====== RECORDS FOR PROCESSING

def sweep(patch_path: str | os.PathLike, key: str, range_text: str,
          out_dir: str | os.PathLike = "renders", opts: RenderOptions | None = None, *,
          overrides: Sequence[str] = (), probe: str | None = None, log: bool = False,
          workers: int | None = None, executor: str = LOCAL,
          battery_mah: float | None = None, progress: bool = True,
          write: bool = True) -> Swept:
    """Render ``patch_path`` at each value of ``key`` over RANGE ``range_text``.

    overrides: ``"REF.param=value"`` applied first (``--set``); the swept value comes
    on top. opts: render options of every step (default: RenderOptions's, with
    STEP_SECONDS kept). probe: a probed net to measure (default: the listening signal). log:
    equal-ratio spacing. workers, executor: see :func:`sim.runner.run_jobs`.
    battery_mah: battery capacity for a life estimate. With ``write=False`` nothing is
    written.

    The report: ``{"param", "unit", "probe", "range": {"start", "stop", "count",
    "spacing"}, "points": [POINT], "seconds", "settle_seconds", "overrides",
    "warnings", "audio"}`` (POINT: :func:`sweep_point`), plus ``"drift"``
    (:func:`drift_cents_per_volt`) when ``key`` is ``supply.volts`` and ``"battery"``
    (:func:`battery_life`) with ``battery_mah``. Raises PatchError / UsageError on bad
    input before anything is rendered, JobError when a step fails.
    """
    from sim.patch import load_patch

    opts = opts or RenderOptions(seconds=STEP_SECONDS)
    opts.check()
    if battery_mah is not None:
        battery_life([{"supply_ma": 1.0}], battery_mah)  # checks the figure up front
    patch = load_patch(patch_path, overrides)
    param = sweep_param(patch, key)
    span = parse_range(range_text, param, log)
    probed = probe
    if probe is not None and probe not in patch.probes:
        if patch.listen.nets == (probe,):
            probed = None
        else:
            raise UsageError(f"--probe {probe}: not a probe of {patch.name} (probes: "
                             f"{', '.join(patch.probes) or 'none'}); add it to probes: in "
                             "the patch")
    values = [float(v) for v in span.values()]
    jobs = [Job(os.fspath(patch_path), (*overrides, f"{key}={value!r}"), opts) for value in values]
    started = time.perf_counter()
    reports = run_jobs(jobs, workers=workers, executor=executor, progress=progress,
                       label=f"sweep {key}", keep_audio=True)
    wall = time.perf_counter() - started
    points = [sweep_point(v, r, probed) for v, r in zip(values, reports)]
    samples, wav_info = sequence_samples([r[AUDIO_KEY] for r in reports], opts)
    warnings = step_warnings(key, param.unit, values, reports)
    warnings.extend(audio.level_warnings(wav_info, wav_info["full_scale_volts"],
                                         wav="the sweep WAV", source="a step"))
    report = {
        "param": key,
        "unit": param.unit,
        "probe": probe if probe is not None else listen_label(patch),
        "range": {"start": span.start, "stop": span.stop, "count": span.count,
                  "spacing": "log" if span.log else "linear"},
        "points": points,
        "seconds": opts.seconds,
        "settle_seconds": opts.settle,
        "overrides": list(overrides),
        "warnings": warnings,
        "audio": wav_info,
    }
    if key == SUPPLY_VOLTS:
        report["drift"] = drift_cents_per_volt(points)
    if battery_mah is not None:
        report["battery"] = battery_life(points, battery_mah)
    result = Swept(report=report, samples=samples, wall_seconds=wall)
    if not write:
        return result
    out = Path(out_dir)
    out.mkdir(parents=True, exist_ok=True)
    base = out / f"{patch.name}.sweep"
    wav = Path(f"{base}.wav")
    audio.write_wav(wav, samples, opts.rate_hz)
    png = Path(f"{base}.png")
    sweep_plot(png, report, title=f"{patch.name}: pitch at {report['probe']} against {key}")
    csv = write_text(f"{base}.csv", table_csv(report))
    js = write_json(f"{base}.json", report)
    result.paths = [wav, png, csv, js]
    return result
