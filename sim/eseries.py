"""Standard part values: the IEC 60063 E-series and the IEC 60062 letter code.

A bill of materials names a value the way it is bought and marked: ``4.7 kΩ`` is in
the E12 series and marked ``4k7``; ``22 nF`` is in E6 and marked ``22n``.

- :func:`series_of` gives the coarsest E-series a value belongs to (``"E12"``), or
  ``None`` for a value off every series here;
- :func:`nearest` gives the closest value of a series;
- :func:`letter_code` writes a value in the IEC 60062 letter code (``4k7``, ``R47``,
  ``2n2``, ``1M5``), the letter standing for the decimal point.
"""

from __future__ import annotations

import math

#: source: IEC 60063 (preferred number series for resistors and capacitors), from
#: memory. E24 is listed, not computed: eight of its values (2.7, 3.0, 3.3, 3.6, 3.9,
#: 4.3, 4.7, 8.2) differ from the rounded 10^(i/24). E12 and E6 take every second and
#: every fourth value of E24.
E24 = (1.0, 1.1, 1.2, 1.3, 1.5, 1.6, 1.8, 2.0, 2.2, 2.4, 2.7, 3.0,
       3.3, 3.6, 3.9, 4.3, 4.7, 5.1, 5.6, 6.2, 6.8, 7.5, 8.2, 9.1)

#: Steps per decade of E96: its values are 10^(i/96) rounded to three significant
#: digits (source: IEC 60063, from memory; for E96 and E48 the rounding gives the table
#: exactly). E48 takes every second value.
E96_STEPS = 96


def _e96() -> tuple[float, ...]:
    return tuple(round(10.0 ** (i / E96_STEPS), 2) for i in range(E96_STEPS))


#: Series from coarsest to finest, each as its mantissas in [1, 10).
SERIES: dict[str, tuple[float, ...]] = {
    "E6": E24[::4],
    "E12": E24[::2],
    "E24": E24,
    "E48": _e96()[::2],
    "E96": _e96(),
}

#: Relative difference under which a value counts as a series value: far below the
#: 1 % step of E96's finest neighbours, far above the rounding of a parsed "4.7k".
MATCH_RELATIVE = 1e-6

#: IEC 60062 letters by unit and power of ten (the letter marks the decimal point).
#: source: IEC 60062 (R for ohms, k, M, G; p, n, u, m for farads), from memory; ``u``
#: stands for micro as part markings and patches write it in ASCII (common practice).
LETTERS: dict[str, dict[int, str]] = {
    "ohm": {0: "R", 3: "k", 6: "M", 9: "G"},
    "F": {-12: "p", -9: "n", -6: "u", -3: "m", 0: "F"},
    "H": {-9: "n", -6: "u", -3: "m", 0: "H"},
}

#: Significant digits kept in a letter code (E96 values have three).
CODE_DIGITS = 3


def mantissa(value: float) -> float:
    """``value`` scaled into [1, 10): ``4700.0`` -> ``4.7``. ``value`` must be positive."""
    if not value > 0 or not math.isfinite(value):
        raise ValueError(f"expected a positive finite value, got {value!r}")
    scaled = value / 10.0 ** math.floor(math.log10(value))
    if scaled >= 10.0 * (1.0 - MATCH_RELATIVE):  # 9.9999999 from rounding is 10: next decade
        scaled /= 10.0
    return scaled


def _in(series: tuple[float, ...], m: float) -> bool:
    return any(abs(m / s - 1.0) < MATCH_RELATIVE or abs(m / (10.0 * s) - 1.0) < MATCH_RELATIVE
               for s in series)


def series_of(value: float) -> str | None:
    """The coarsest E-series that contains ``value`` (``"E6"`` ... ``"E96"``), or None."""
    m = mantissa(value)
    for name, series in SERIES.items():
        if _in(series, m):
            return name
    return None


def nearest(value: float, series: str = "E24") -> float:
    """The value of ``series`` closest to ``value`` on a log scale (same unit as ``value``)."""
    if series not in SERIES:
        raise ValueError(f"Unknown series {series!r} (choices: {', '.join(SERIES)})")
    decade = 10.0 ** math.floor(math.log10(value))
    candidates = [s * decade * scale for s in SERIES[series] for scale in (0.1, 1.0, 10.0)]
    return min(candidates, key=lambda c: abs(math.log(c / value)))


def letter_code(value: float, unit: str) -> str:
    """``value`` (SI units) in the IEC 60062 letter code: ``4700, "ohm"`` -> ``"4k7"``.

    The letter marks the decimal point (``4k7``, ``2n2``, ``1M5``, ``R47``); a whole
    number ends with it (``100k``, ``470R``, ``22n``). Raises ValueError for a unit
    without letters here or a non-positive value.
    """
    if unit not in LETTERS:
        raise ValueError(f"Unknown unit {unit!r} for a letter code (units: {', '.join(LETTERS)})")
    if not value > 0 or not math.isfinite(value):
        raise ValueError(f"expected a positive finite value, got {value!r}")
    letters = LETTERS[unit]
    powers = sorted(letters)
    power = 3 * math.floor(math.log10(value) / 3)
    power = min(max(power, powers[0]), powers[-1])
    scaled = float(f"{value / 10.0 ** power:.{CODE_DIGITS}g}")
    if scaled >= 1000.0 and power < powers[-1]:
        power += 3
        scaled = float(f"{value / 10.0 ** power:.{CODE_DIGITS}g}")
    text = f"{scaled:.{CODE_DIGITS}g}"
    if "e" in text and scaled < 1.0:  # below the smallest letter: a plain number
        return f"{value:.{CODE_DIGITS}g}"
    if "e" in text:  # 1000 or more of the largest letter: write the digits out
        text = f"{scaled:.0f}"
    whole, _, fraction = text.partition(".")
    if whole == "0":
        whole = ""
    return f"{whole}{letters[power]}{fraction}"
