def dynamic_findings(patch: Patch, opts: CheckOptions) -> tuple[list[Finding], dict]:
    """Simulate ``patch`` and check the gates' currents, the clamps and the supply.

    Returns the findings and the figures measured (peak output and clamp currents per
    gate in mA, the lowest supply volts, mean speaker currents in mA).
    """
    net_model = _Network(patch)
    names = net_model.circuit.names[1:]
    render_opts = RenderOptions(seconds=opts.seconds, settle=opts.settle, quality=opts.quality,
                                progress=False)
    try:
        _, trace = simulate_patch(patch, render_opts, names)
    except HalfrailError as error:
        return [_finding("simulation", [], f"{error}")], {}
    times, y = trace.uniform(DYNAMIC_RATE_HZ, opts.settle, opts.settle + opts.seconds)
    states = np.zeros((len(times), net_model.circuit.size))
    states[:, 1:] = y
    # Currents into every part, and the capacitive currents M dx/dt, at every sample.
    # A gate's output current is read from the rest of the circuit (Kirchhoff's current
    # law at its output): the rest is linear or nearly so, so its current at the
    # interval-averaged voltages is the averaged current; the gate's own equations at
    # averaged voltages are not (a flip inside an interval would read as a large
    # mid-rail current).
    total = np.array([net_model.evaluate(None, state, float(t))[0].copy()
                      for state, t in zip(states, times)])
    slopes = (np.gradient(states, times, axis=0) if len(times) > 1
              else np.zeros_like(states))
    charging = slopes @ net_model.circuit.mass.T
    found: list[Finding] = []
    measured: dict = {"gates": {}, "speakers": {}}
    volts = net_model.volts
    for ref, part in net_model.parts.items():
        kind = REGISTRY[part.kind]
        if not (_is_gate(part) or part.kind in SPEAKER_KINDS):
            continue
        own = np.array([net_model.evaluate(ref, state, float(t))[0].copy()
                        for state, t in zip(states, times)])
        nodes = net_model.nodes[ref]
        names_local = kind.local_names()
        if part.kind in SPEAKER_KINDS:
            mean = float(np.mean(own[:, nodes[0]])) if len(own) else 0.0
            measured["speakers"][ref] = {"mean_ma": mean * 1e3}
            if abs(mean) > SPEAKER_DC_AMPS:
                found.append(_finding("speaker-dc-current", [ref], (
                    f"{ref} carried a mean (DC) current of {_amps(abs(mean))}: put a "
                    "capacitor in series with it")))
            continue
        outs = [nodes[names_local.index(key)] for key in kind.outputs]
        ins = [nodes[names_local.index(key)] for key in kind.inputs]
        delivered = (total - own + charging)[:, outs]
        # an output sources from vdd through its p channel and sinks to gnd through its n
        vdd = states[:, [net_model.circuit.index["vdd"]]]
        across = np.where(delivered > 0.0, vdd - states[:, outs], states[:, outs])
        out_peak = float(np.max(np.abs(delivered))) if delivered.size else 0.0
        watts = float(np.max(np.abs(delivered) * np.abs(across))) if delivered.size else 0.0
        clamp_peak = float(np.max(np.abs(own[:, ins]))) if len(own) and ins else 0.0
        measured["gates"][ref] = {"peak_output_ma": out_peak * 1e3,
                                  "peak_output_mw": watts * 1e3,
                                  "peak_clamp_ma": clamp_peak * 1e3}
        r_out = net_model.out_ohms.get(ref)
        if watts > OUTPUT_TRANSISTOR_MAX_WATTS:
            found.append(_finding("output-current", [ref], (
                f"the output of {ref} carried up to {_amps(out_peak)} and its output "
                f"transistor dissipated up to {format_quantity(watts, 'W', 2)}, above the "
                f"{format_quantity(OUTPUT_TRANSISTOR_MAX_WATTS, 'W')} B-series parts are rated "
                "for: raise its load"), severity=ERROR))
        elif r_out is not None and out_peak * r_out > SWING_LOSS_WARN * volts:
            found.append(_finding("output-current", [ref], (
                f"the output of {ref} carried up to {_amps(out_peak)}, which sags it by about "
                f"{format_quantity(out_peak * r_out, 'V', 2)} through its "
                f"{_ohms(r_out)} output resistance")))
        if clamp_peak > CLAMP_CONDUCTING_AMPS:
            severity = ERROR if clamp_peak > INPUT_MAX_AMPS else WARNING
            found.append(_finding("input-clamp", [ref], (
                f"the input protection diodes of {ref} conducted up to {_amps(clamp_peak)}: "
                f"its input (net {_terminals(part, kind.inputs)[0]}) went past a rail; add "
                "series resistance or reduce the signal"), severity=severity))
    vdd = y[:, names.index("vdd")]
    lowest = float(np.min(vdd)) if len(vdd) else volts
    measured["supply_volts_min"] = lowest
    if lowest < (1.0 - opts.sag_fraction) * volts:
        found.append(_finding("supply-sag", [SUPPLY], (
            f"the supply sagged to {format_quantity(lowest, 'V')} under load, more than "
            f"{opts.sag_fraction:.0%} below its {format_quantity(volts, 'V')}: a weak battery "
            "or a heavy load; check the loads (and use a fresh battery)")))
    return found, measured
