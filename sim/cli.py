"""The ``halfrail`` command: parses options, calls the library, prints what it wrote.

Defaults come from the library (:class:`sim.render.RenderOptions`), never restated here.
"""

from __future__ import annotations

import argparse
import sys

from sim.errors import HalfrailError
from sim.render import QUALITIES, SOLVERS, RenderOptions

CAUTION = ("Caution: start playback at a low volume, especially on headphones. These circuits "
           "are meant for batteries or an isolated, certified low-voltage adapter.")


def _parser() -> argparse.ArgumentParser:
    d = RenderOptions()
    top = argparse.ArgumentParser(
        prog="halfrail",
        description="Hear and measure an analog circuit of CMOS inverters before you solder it.")
    sub = top.add_subparsers(dest="command", required=True, metavar="COMMAND")

    r = sub.add_parser("render", help="simulate a patch and write a WAV, plots and a JSON report",
                       description="Simulate PATCH from power-on and write DIR/<patch>.wav, "
                                   ".png (waveforms), .spectrum.png and .json (measures).")
    r.add_argument("patch", metavar="PATCH", help="patch file (YAML)")
    r.add_argument("--seconds", type=float, default=d.seconds, metavar="S",
                   help=f"seconds of audio to keep (default {d.seconds:g})")
    r.add_argument("--settle", type=float, default=d.settle, metavar="S",
                   help=f"seconds simulated after power-on before keeping (default {d.settle:g}; "
                        "0 keeps the power-on transient)")
    r.add_argument("--out", default="renders", metavar="DIR", help="output folder (default renders/)")
    r.add_argument("--set", action="append", default=[], metavar="REF.param=value", dest="overrides",
                   help="override a part parameter, e.g. R3.value=47k or supply.volts=7.5 "
                        "(repeatable)")
    r.add_argument("--rate", type=int, default=d.rate_hz, metavar="HZ",
                   help=f"WAV sample rate (default {d.rate_hz})")
    r.add_argument("--full-scale", type=float, default=d.full_scale_volts, metavar="V",
                   help=f"volts at the listening point that make a full-scale sample "
                        f"(default {d.full_scale_volts:g}; fixed so variants compare)")
    r.add_argument("--normalize", action="store_true", help="scale the WAV's peak to -1 dBFS instead")
    r.add_argument("--solver", choices=SOLVERS, default=d.solver,
                   help="compiled (default) or reference (scipy Radau: slow, for cross-checks)")
    r.add_argument("--quality", choices=list(QUALITIES), default=d.quality,
                   help="accuracy of the compiled stepper (default: default)")
    r.add_argument("--quiet", action="store_true", help="no progress bar")
    r.add_argument("--verbose", action="store_true", help="print the solver's work counters")

    k = sub.add_parser("kinds", help="list the kinds of parts and their parameters")
    k.add_argument("kind", nargs="?", help="one kind to describe in full")
    return top


def _render(args) -> int:
    from sim.patch import load_patch
    from sim.render import render

    patch = load_patch(args.patch, args.overrides)
    opts = RenderOptions(seconds=args.seconds, settle=args.settle, rate_hz=args.rate,
                         full_scale_volts=args.full_scale, normalize=args.normalize,
                         solver=args.solver, quality=args.quality, progress=not args.quiet)
    result = render(patch, args.out, opts)
    rep = result.report
    lis = rep["listen"]
    pitch = (f"{lis['freq_hz']:.3f} Hz ({lis['note']} {lis['cents']:+.2f} cents)"
             if lis["freq_hz"] else "no steady pitch")
    print(f"{patch.name}: {pitch}; supply {rep['supply']['mean_ma']:.2f} mA mean, "
          f"{rep['supply']['peak_ma']:.2f} mA peak")
    for warning in rep["warnings"]:
        print(f"warning: {warning}", file=sys.stderr)
    if args.verbose:
        print("solver: " + ", ".join(f"{key} {value:.4g}" if isinstance(value, float) else
                                     f"{key} {value}" for key, value in rep["solver"].items()))
    for path in result.paths:
        print(f"wrote {path}")
    print(CAUTION)
    return 0


def _kinds(args) -> int:
    import blocks
    from sim.units import format_quantity

    names = [args.kind] if args.kind else list(blocks.REGISTRY)
    for name in names:
        if name not in blocks.REGISTRY:
            raise HalfrailError(f"Unknown kind {name!r} (kinds: {', '.join(blocks.REGISTRY)})")
        kind = blocks.REGISTRY[name]
        terms = ", ".join(key if n == 1 else f"{key}: [{n} nets]" for key, n in kind.terminals)
        print(f"{name}: {kind.description}" + (f"  nets: {terms}" if terms else ""))
        if not args.kind:
            continue
        for p in kind.params:
            if p.choices:
                default = f"{p.default} (of {', '.join(p.choices)})"
            elif isinstance(p.default, (int, float)):
                default = format_quantity(float(p.default), p.unit)
            else:
                default = "required" if p.default is None else repr(p.default)
            print(f"  {p.name:16s} {default:28s} {p.doc}; {p.source}")
        if kind.models:
            print(f"  models: {', '.join(kind.models)}")
    return 0


def main(argv: list[str] | None = None) -> int:
    args = _parser().parse_args(argv)
    try:
        if args.command == "render":
            return _render(args)
        return _kinds(args)
    except HalfrailError as error:
        print(f"halfrail: {error}", file=sys.stderr)
        return error.exit_status
    except KeyboardInterrupt:
        print("halfrail: interrupted", file=sys.stderr)
        return 130


if __name__ == "__main__":
    sys.exit(main())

============

**WHAT TO PRODUCE**.
Return every line from the material that contains the word "join".

**RESULT**.
                             f"{', '.join(patch.probes) or 'none'}); add it to probes: in "
        raise ValueError(f"Unknown series {series!r} (choices: {', '.join(SERIES)})")
        raise ValueError(f"Unknown unit {unit!r} for a letter code (units: {', '.join(LETTERS)})")
        print("solver: " + ", ".join(f"{key} {value:.4g}" if isinstance(value, float) else
            raise HalfrailError(f"Unknown kind {name!r} (kinds: {', '.join(blocks.REGISTRY)})")
        terms = ", ".join(key if n == 1 else f"{key}: [{n} nets]" for key, n in kind.terminals)
                default = f"{p.default} (of {', '.join(p.choices)})"
            print(f"  models: {', '.join(kind.models)}")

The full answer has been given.